[Collected data entries]
○ ○ ○ ○ ○ ○ ○
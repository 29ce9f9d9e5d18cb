package plots

import (
	"math"

	"gonum.org/v1/plot/vg"
)

// deckLine is the deck under a side view, along which offsets are measured: an arc
// about the axis, or a straight line.
type deckLine struct {
	v      view
	radius float64 // m; 0 for a flat deck
}

// at is the page point at arc s (m) along the deck and off pt below it.
func (d deckLine) at(s, off float64) vg.Point {
	if d.radius == 0 {
		return d.v.pt(Point{s, 0}).Sub(xy(0, off))
	}
	return onCircle(d.v.pt(Point{0, d.radius}), d.v.len(d.radius)+vg.Length(off), s/d.radius-math.Pi/2)
}

// slope is the direction of growing s on the page, rad.
func (d deckLine) slope(s float64) float64 {
	if d.radius == 0 {
		return 0
	}
	return s / d.radius
}

// foot is the arc (m) at which the plumb line through p meets the deck. It cannot know
// laps: the result is in (-pi R, pi R].
func (d deckLine) foot(p Point) float64 {
	if d.radius == 0 {
		return p.X
	}
	return math.Atan2(p.X, d.radius-p.Y) * d.radius
}

// place is the point of the deck at arc s, m.
func (d deckLine) place(s float64) Point {
	if d.radius == 0 {
		return Point{s, 0}
	}
	half := math.Sin(s / d.radius / 2) // 1 - cos would lose a flat arc's height
	return Point{d.radius * math.Sin(s/d.radius), 2 * d.radius * half * half}
}

// lap is how far outward, pt, a dimension that goes round the deck moves in each turn.
const lap = 9.0

// run is the polyline from arc s0 to s1 at off pt below the deck; beyond one turn it
// is a spiral, so that laps show.
func (d deckLine) run(s0, s1, off float64) []vg.Point {
	n, grow := 1, 0.0
	if d.radius > 0 {
		turns := math.Abs(s1-s0) / (2 * math.Pi * d.radius)
		n = min(720, 2+int(turns*360))
		if r := d.v.len(d.radius).Points(); r > maxArcRadius {
			n = 2 + int(math.Sqrt(math.Abs(s1-s0)*d.v.perM*math.Abs(s1-s0)/d.radius/8/flatness))
		}
		if turns > 0.97 {
			grow = lap * turns
		}
	}
	pts := make([]vg.Point, n+1)
	for i := range pts {
		u := float64(i) / float64(n)
		pts[i] = d.at(s0+u*(s1-s0), off+u*grow)
	}
	return pts
}

// dimension is a dimension line along a deck, from arc s0 to s1 (m), with a text.
type dimension struct {
	s0, s1 float64
	text   string
	ink    ink
	tops   [2]Point // where its extension lines begin, m
	oneWay bool     // a motion: one arrow, at s1
}

// dimensioner stacks dimension lines below a deck so that none meets another.
type dimensioner struct {
	deck  deckLine
	win   vg.Rectangle
	below float64 // pt below the deck from which rows begin
	taken []vg.Rectangle
	texts []vg.Rectangle
}

const (
	dimFirst = 15.0 // pt from the deck to the first dimension line
	dimPitch = 14.0
	dimArrow = 6.5
	dimTail  = 12.0 // what sticks out beyond arrows that come from outside
	dimMost  = 12   // rows tried
)

// place is where a dimension goes: its row and the box of its text.
type dimPlace struct {
	off    float64
	box    vg.Rectangle
	inside bool // the text interrupts the line
}

// fits finds the first row with room for d, and takes it; false if there is none.
func (m *dimensioner) fits(d dimension) (dimPlace, bool) {
	for row := range dimMost {
		for _, place := range m.variants(d, m.below+dimFirst+dimPitch*float64(row)) {
			cover := m.cover(d, place)
			if m.free(cover) {
				m.taken = append(m.taken, cover...)
				m.texts = append(m.texts, place.box)
				return place, true
			}
		}
	}
	return dimPlace{}, false
}

// variants are the ways to set a text at a dimension line: in it, or beyond either end.
func (m *dimensioner) variants(d dimension, off float64) []dimPlace {
	w := textWidth(d.text, sizeLabel, false)
	lo, hi := math.Min(d.s0, d.s1), math.Max(d.s0, d.s1)
	span := (hi - lo) * m.deck.v.perM
	var out []dimPlace
	if span > w+3*dimArrow {
		mid := m.deck.run(lo, hi, off)
		c := alongLine(mid, pageLength(mid)/2)
		out = append(out, dimPlace{off: off, box: textBox(c, w, 0.5), inside: true})
	}
	tail := 0.0
	if span < 2*dimArrow+4 {
		tail = dimTail
	}
	for _, side := range []float64{math.Copysign(1, d.s1-d.s0), -math.Copysign(1, d.s1-d.s0)} {
		end := hi
		if side < 0 {
			end = lo
		}
		c := m.deck.at(end+side*(tail+5)/m.deck.v.perM, off)
		out = append(out, dimPlace{off: off, box: textBox(c, w, 0.5-0.5*side)})
	}
	return append(out, m.beneath(d, off, w))
}

// beneath sets a text of width w under its line, moved sideways as far as the window asks.
func (m *dimensioner) beneath(d dimension, off, w float64) dimPlace {
	const drop = 9.0 // pt
	c := m.deck.at((d.s0+d.s1)/2, off+drop)
	lo, hi := m.win.Min.X.Points()+w/2+4, m.win.Max.X.Points()-w/2-4
	c.X = vg.Length(math.Max(lo, math.Min(hi, c.X.Points())))
	for _, q := range m.deck.run(d.s0, d.s1, off) {
		if math.Abs((q.X - c.X).Points()) < w/2+2 {
			c.Y = min(c.Y, q.Y-drop) // a line that rises or falls must clear all of the text
		}
	}
	return dimPlace{off: off, box: textBox(c, w, 0.5)}
}

// textBox is the box of a text of width w whose middle line passes through c.
func textBox(c vg.Point, w, along float64) vg.Rectangle {
	lo := c.Sub(xy(along*w, sizeLabel*capHeight/2+sizeLabel*tailDepth))
	return vg.Rectangle{Min: lo, Max: lo.Add(xy(w, sizeLabel*(capHeight+tailDepth)))}
}

// cover is the paper that a dimension takes.
func (m *dimensioner) cover(d dimension, at dimPlace) []vg.Rectangle {
	out := []vg.Rectangle{grow(at.box, 2)}
	for _, q := range m.deck.run(d.s0, d.s1, at.off) {
		out = append(out, grow(vg.Rectangle{Min: q, Max: q}, 4))
	}
	if m.deck.radius == 0 || len(out) < 5 {
		a, b := m.deck.at(d.s0, at.off), m.deck.at(d.s1, at.off)
		r := vg.Rectangle{Min: xy(min(a.X, b.X).Points(), min(a.Y, b.Y).Points()), Max: xy(max(a.X, b.X).Points(), max(a.Y, b.Y).Points())}
		out = append(out, grow(r, 4))
	}
	return out
}

func (m *dimensioner) free(cover []vg.Rectangle) bool {
	text := cover[0]
	if !within(m.win, text.Min) || !within(m.win, text.Max) || m.onDeck(text) {
		return false
	}
	for _, a := range cover {
		for _, b := range m.taken {
			if overlap(a, b) {
				return false
			}
		}
	}
	return true
}

// onDeck reports whether a text lies on the deck, as a level one does where the deck is steep.
func (m *dimensioner) onDeck(text vg.Rectangle) bool {
	if text.Max.X <= text.Min.X+4 { // no text
		return false
	}
	if m.deck.radius == 0 {
		return text.Max.Y > m.deck.at(0, 0).Y
	}
	c, r := m.deck.v.pt(Point{0, m.deck.radius}), m.deck.v.len(m.deck.radius)
	near := nearest(text, c)
	return math.Hypot((near.X-c.X).Points(), (near.Y-c.Y).Points()) < r.Points()
}

// draw draws a dimension: extension lines, line, arrows, text.
func (m *dimensioner) draw(p *pad, d dimension, at dimPlace) {
	run := m.deck.run(d.s0, d.s1, at.off)
	v := m.deck.v
	for i, s := range []float64{d.s0, d.s1} {
		end := m.deck.at(s, at.off+3)
		if i == 1 {
			end = run[len(run)-1].Add(m.deck.at(s, 3).Sub(m.deck.at(s, 0)))
		}
		v.strokeLine(p, penExt, []vg.Point{v.pt(d.tops[i]), end})
	}
	m.line(p, at, run)
	m.arrows(p, d, at, run)
	p.text(text{s: d.text, at: at.box.Min.Add(xy(0, tailDepth*sizeLabel)), size: sizeLabel, halo: true, ink: d.ink})
}

// line draws the dimension line, leaving out what its text interrupts.
func (m *dimensioner) line(p *pad, at dimPlace, run []vg.Point) {
	if !at.inside {
		m.deck.v.strokeLine(p, penDim, run)
		return
	}
	const gap = 3 // pt
	left, right := m.win, m.win
	left.Max.X, right.Min.X = at.box.Min.X-gap, at.box.Max.X+gap
	for _, side := range []vg.Rectangle{left, right} {
		for _, part := range clipLine(side, run) {
			p.line(penDim, thinPage(part)...)
		}
	}
}

// arrows draws the arrowheads, from outside where there is no room within.
func (m *dimensioner) arrows(p *pad, d dimension, at dimPlace, run []vg.Point) {
	way := math.Copysign(1, d.s1-d.s0)
	first, last := run[0], run[len(run)-1]
	a0, a1 := m.deck.slope(d.s0), m.deck.slope(d.s1)
	if way < 0 {
		a0, a1 = a0+math.Pi, a1+math.Pi
	}
	if d.oneWay {
		m.arrow(p, last, a1, dimArrow)
		return
	}
	if pageLength(run) >= 2*dimArrow+4 {
		m.arrow(p, first, a0+math.Pi, dimArrow)
		m.arrow(p, last, a1, dimArrow)
		return
	}
	m.arrow(p, first, a0, dimArrow)
	m.arrow(p, last, a1+math.Pi, dimArrow)
	m.deck.v.strokeLine(p, penDim, []vg.Point{first, first.Sub(heading(a0).Scale(dimTail))})
	m.deck.v.strokeLine(p, penDim, []vg.Point{last, last.Add(heading(a1).Scale(dimTail))})
}

// arrow draws an arrowhead, if its tip is in the window.
func (m *dimensioner) arrow(p *pad, tip vg.Point, way, size float64) {
	if within(m.win, tip) {
		p.arrow(inkText, tip, way, size)
	}
}
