package plots

import (
	"fmt"
	"math"

	"gonum.org/v1/plot"
	"gonum.org/v1/plot/vg"
)

// curve is a line of a panel; a NaN or an infinity is a gap.
type curve struct {
	name string
	x, y []float64
	pen  pen
	end  bool // its last point is marked
}

// panel is a diagram of curves over axes of two different quantities.
type panel struct {
	title  string // what runs up, with its unit
	curves []curve
	most   float64 // greatest value shown; 0 for no bound
	levels []Level // lines across, such as limits
	unit   float64 // size of the unit printed up the axis; 0 for 1
	named  bool    // no numbers along: stretches with names stand for them
	bare   bool    // no numbers at the left: they stand at a neighbour

	win            vg.Rectangle
	x0, x1, y0, y1 float64
	xTicks, yTicks []plot.Tick
	pl             *placer
}

// maxValue bounds what a panel shows: beyond it, an input is a slip.
const maxValue = 1e15

func checkValues(name string, n int, values []float64) error {
	if values != nil && len(values) != n {
		return fmt.Errorf("%s: %d values for %d moments", name, len(values), n)
	}
	for i, v := range values {
		if finite(v) && math.Abs(v) > maxValue {
			return fmt.Errorf("%s: value %d, %g, cannot be drawn", name, i, v)
		}
	}
	return nil
}

// span is the range of the finite values; false if there are none.
func span(values ...[]float64) (lo, hi float64, ok bool) {
	lo, hi = math.Inf(1), math.Inf(-1)
	for _, list := range values {
		for _, v := range list {
			if finite(v) {
				lo, hi = math.Min(lo, v), math.Max(hi, v)
			}
		}
	}
	return lo, hi, lo <= hi
}

// scaleUp chooses the range up the axis, zero included: what is compared is amounts.
func (q *panel) scaleUp() {
	lo, hi := 0.0, 0.0
	for _, c := range q.curves {
		if a, b, ok := span(c.y); ok {
			lo, hi = math.Min(lo, a), math.Max(hi, b)
		}
	}
	for _, l := range q.levels {
		lo, hi = math.Min(lo, l.Value), math.Max(hi, l.Value)
	}
	if q.most > 0 && hi > q.most {
		hi = q.most
	}
	if lo == hi {
		hi = 1
	}
	q.y0, q.y1 = roundOut(lo, hi, q.stepsUp())
}

// stepsUp is the number of steps that a panel has room for; at least 2.
func (q *panel) stepsUp() int {
	const pitch = 20 // pt
	return max(2, int((q.win.Max.Y-q.win.Min.Y).Points()/pitch))
}

// set puts the panel into win with the range x0 to x1 along.
func (q *panel) set(win vg.Rectangle, x0, x1 float64) {
	const pitch = 52 // pt
	q.win, q.x0, q.x1 = win, x0, x1
	q.scaleUp()
	if !q.named {
		q.xTicks = roundTicker{n: max(2, int((win.Max.X-win.Min.X).Points()/pitch))}.Ticks(x0, x1)
	}
	q.yTicks = roundTicker{n: q.stepsUp(), unit: q.unit}.Ticks(q.y0, q.y1)
	q.pl = &placer{bounds: win}
}

// leftNeed is the width of the widest number at the left axis, pt.
func (q *panel) leftNeed() float64 {
	w := 0.0
	for _, t := range q.yTicks {
		w = math.Max(w, textWidth(t.Label, sizeTick, false))
	}
	return w
}

func (q *panel) pt(x, y float64) vg.Point {
	w, h := q.win.Max.X-q.win.Min.X, q.win.Max.Y-q.win.Min.Y
	return q.win.Min.Add(vg.Point{X: w * vg.Length((x-q.x0)/(q.x1-q.x0)), Y: h * vg.Length((y-q.y0)/(q.y1-q.y0))})
}

// pieces are the parts of a curve between its gaps, clipped to the panel.
func (q *panel) pieces(c curve) (out [][]vg.Point) {
	var run []vg.Point
	flush := func() {
		if len(run) == 1 { // a moment between two gaps still shows
			run = append(run, run[0].Add(xy(0.8, 0)))
		}
		if len(run) > 1 {
			for _, part := range clipLine(q.win, run) {
				out = append(out, thinPage(part))
			}
		}
		run = nil
	}
	for i := range c.x {
		if !finite(c.x[i]) || !finite(c.y[i]) {
			flush()
			continue
		}
		run = append(run, q.pt(c.x[i], c.y[i]))
	}
	flush()
	return out
}

// name finds places for the curves' names at their lines.
func (q *panel) name(need bool) {
	lines := make([][]vg.Point, len(q.curves))
	for i, c := range q.curves {
		pieces := q.pieces(c)
		lines[i] = longestOf(pieces)
		for _, part := range pieces {
			q.pl.polyline(priceStrong, part...)
		}
		if at, ok := q.last(c); ok {
			q.pl.mark(at, dotRadius)
		}
	}
	q.pl.polyline(priceThin, q.pt(q.x0, 0), q.pt(q.x1, 0))
	for _, l := range q.levels {
		if l.Value <= q.y1 {
			q.pl.polyline(priceThin, q.pt(q.x0, l.Value), q.pt(q.x1, l.Value))
			q.pl.add(label{s: l.Name, size: sizeNote, ink: inkText, clear: 2, at: q.pt(q.x0+0.02*(q.x1-q.x0), l.Value)})
		}
	}
	if beyond := q.beyond(); beyond != "" {
		q.pl.add(label{s: beyond, size: sizeNote, ink: inkText, at: q.win.Max, clear: 60, need: true})
	}
	for i, c := range q.curves {
		if at := apart(lines, i); at != nil && c.name != "" {
			q.pl.add(label{s: c.name, size: sizeNote, ink: inkText, clear: 3, need: need, at: at[0], or: at[1:], key: c.pen})
		}
	}
	q.pl.solve()
}

// apart are points of line i well away from the other lines, where a name cannot be
// taken for that of another.
func apart(lines [][]vg.Point, i int) (at []vg.Point) {
	const enough = 0.6 // of the best distance
	const most = 40    // pt: farther does not help
	if lines[i] == nil {
		return nil
	}
	var free []float64
	best := 0.0
	for _, u := range []float64{0.8, 0.92, 0.68, 0.55, 0.4, 0.25, 0.1} {
		p := alongLine(lines[i], u*pageLength(lines[i]))
		d := float64(most)
		for j, o := range lines {
			if j != i {
				d = math.Min(d, lineDistance(p, o))
			}
		}
		at, free, best = append(at, p), append(free, d), math.Max(best, d)
	}
	if best < 3 { // lines that run together are told apart by their ends
		return lines[i][len(lines[i])-1:]
	}
	kept := at[:0]
	for k, p := range at {
		if free[k] >= enough*best {
			kept = append(kept, p)
		}
	}
	return kept
}

func lineDistance(p vg.Point, line []vg.Point) float64 {
	d := math.Inf(1)
	for k := 1; k < len(line); k++ {
		a, b := line[k-1], line[k]
		d = math.Min(d, segmentDistance(p.X.Points(), p.Y.Points(), a.X.Points(), a.Y.Points(), b.X.Points(), b.Y.Points()))
	}
	return d
}

// last is the end of a curve that wants a mark there.
func (q *panel) last(c curve) (vg.Point, bool) {
	for i := len(c.x) - 1; c.end && i >= 0; i-- {
		if finite(c.x[i]) && finite(c.y[i]) {
			at := q.pt(c.x[i], c.y[i])
			return at, within(grow(q.win, 0.1), at)
		}
	}
	return vg.Point{}, false
}

func longestOf(pieces [][]vg.Point) (best []vg.Point) {
	for _, p := range pieces {
		if best == nil || pageLength(p) > pageLength(best) {
			best = p
		}
	}
	return best
}

// beyond says what the bound on the axis leaves out.
func (q *panel) beyond() string {
	most := math.Inf(-1)
	for _, c := range q.curves {
		if _, hi, ok := span(c.y); ok {
			most = math.Max(most, hi)
		}
	}
	if q.most == 0 || most <= q.most {
		return ""
	}
	return "greatest value " + signif(most, dimDigits) + ", beyond the panel"
}

// paint draws the panel; along says whether the numbers of the lower axis are wanted.
func (q *panel) paint(p *pad, along bool) {
	for _, t := range q.xTicks {
		p.line(penGrid, q.pt(t.Value, q.y0), q.pt(t.Value, q.y1))
		if along {
			p.text(text{s: t.Label, at: q.pt(t.Value, q.y0).Sub(xy(0, sizeTick+4.5)), along: 0.5, size: sizeTick, ink: inkText})
		}
	}
	for _, t := range q.yTicks {
		p.line(penGrid, q.pt(q.x0, t.Value), q.pt(q.x1, t.Value))
		if !q.bare {
			p.text(text{s: t.Label, at: q.pt(q.x0, t.Value).Sub(xy(4, sizeTick*capHeight/2)), along: 1, size: sizeTick, ink: inkText})
		}
	}
	if q.y0 <= 0 && q.y1 >= 0 {
		p.line(penAxis, q.pt(q.x0, 0), q.pt(q.x1, 0))
	}
	for _, l := range q.levels {
		if l.Value <= q.y1 {
			p.line(penUniform, q.pt(q.x0, l.Value), q.pt(q.x1, l.Value))
		}
	}
	p.rect(q.win, penFrame)
	for _, c := range q.curves {
		for _, part := range q.pieces(c) {
			p.line(c.pen, part...)
		}
	}
	for _, c := range q.curves {
		if at, ok := q.last(c); ok {
			p.dot(at, c.pen.ink)
		}
	}
	if q.title != "" {
		at := vg.Point{X: q.win.Min.X, Y: q.win.Max.Y + 4}
		p.text(text{s: q.title, at: at, size: sizeLabel, ink: inkText})
	}
	q.pl.draw(p)
}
○ ○ ○ ○ ○ ○ ○
* The problem: Extract every line above that contains the word "polyline".

* Written response:
// run is the polyline from arc s0 to s1 at off pt below the deck; beyond one turn it
			q.pl.polyline(priceStrong, part...)
	q.pl.polyline(priceThin, q.pt(q.x0, 0), q.pt(q.x1, 0))
			q.pl.polyline(priceThin, q.pt(q.x0, l.Value), q.pt(q.x1, l.Value))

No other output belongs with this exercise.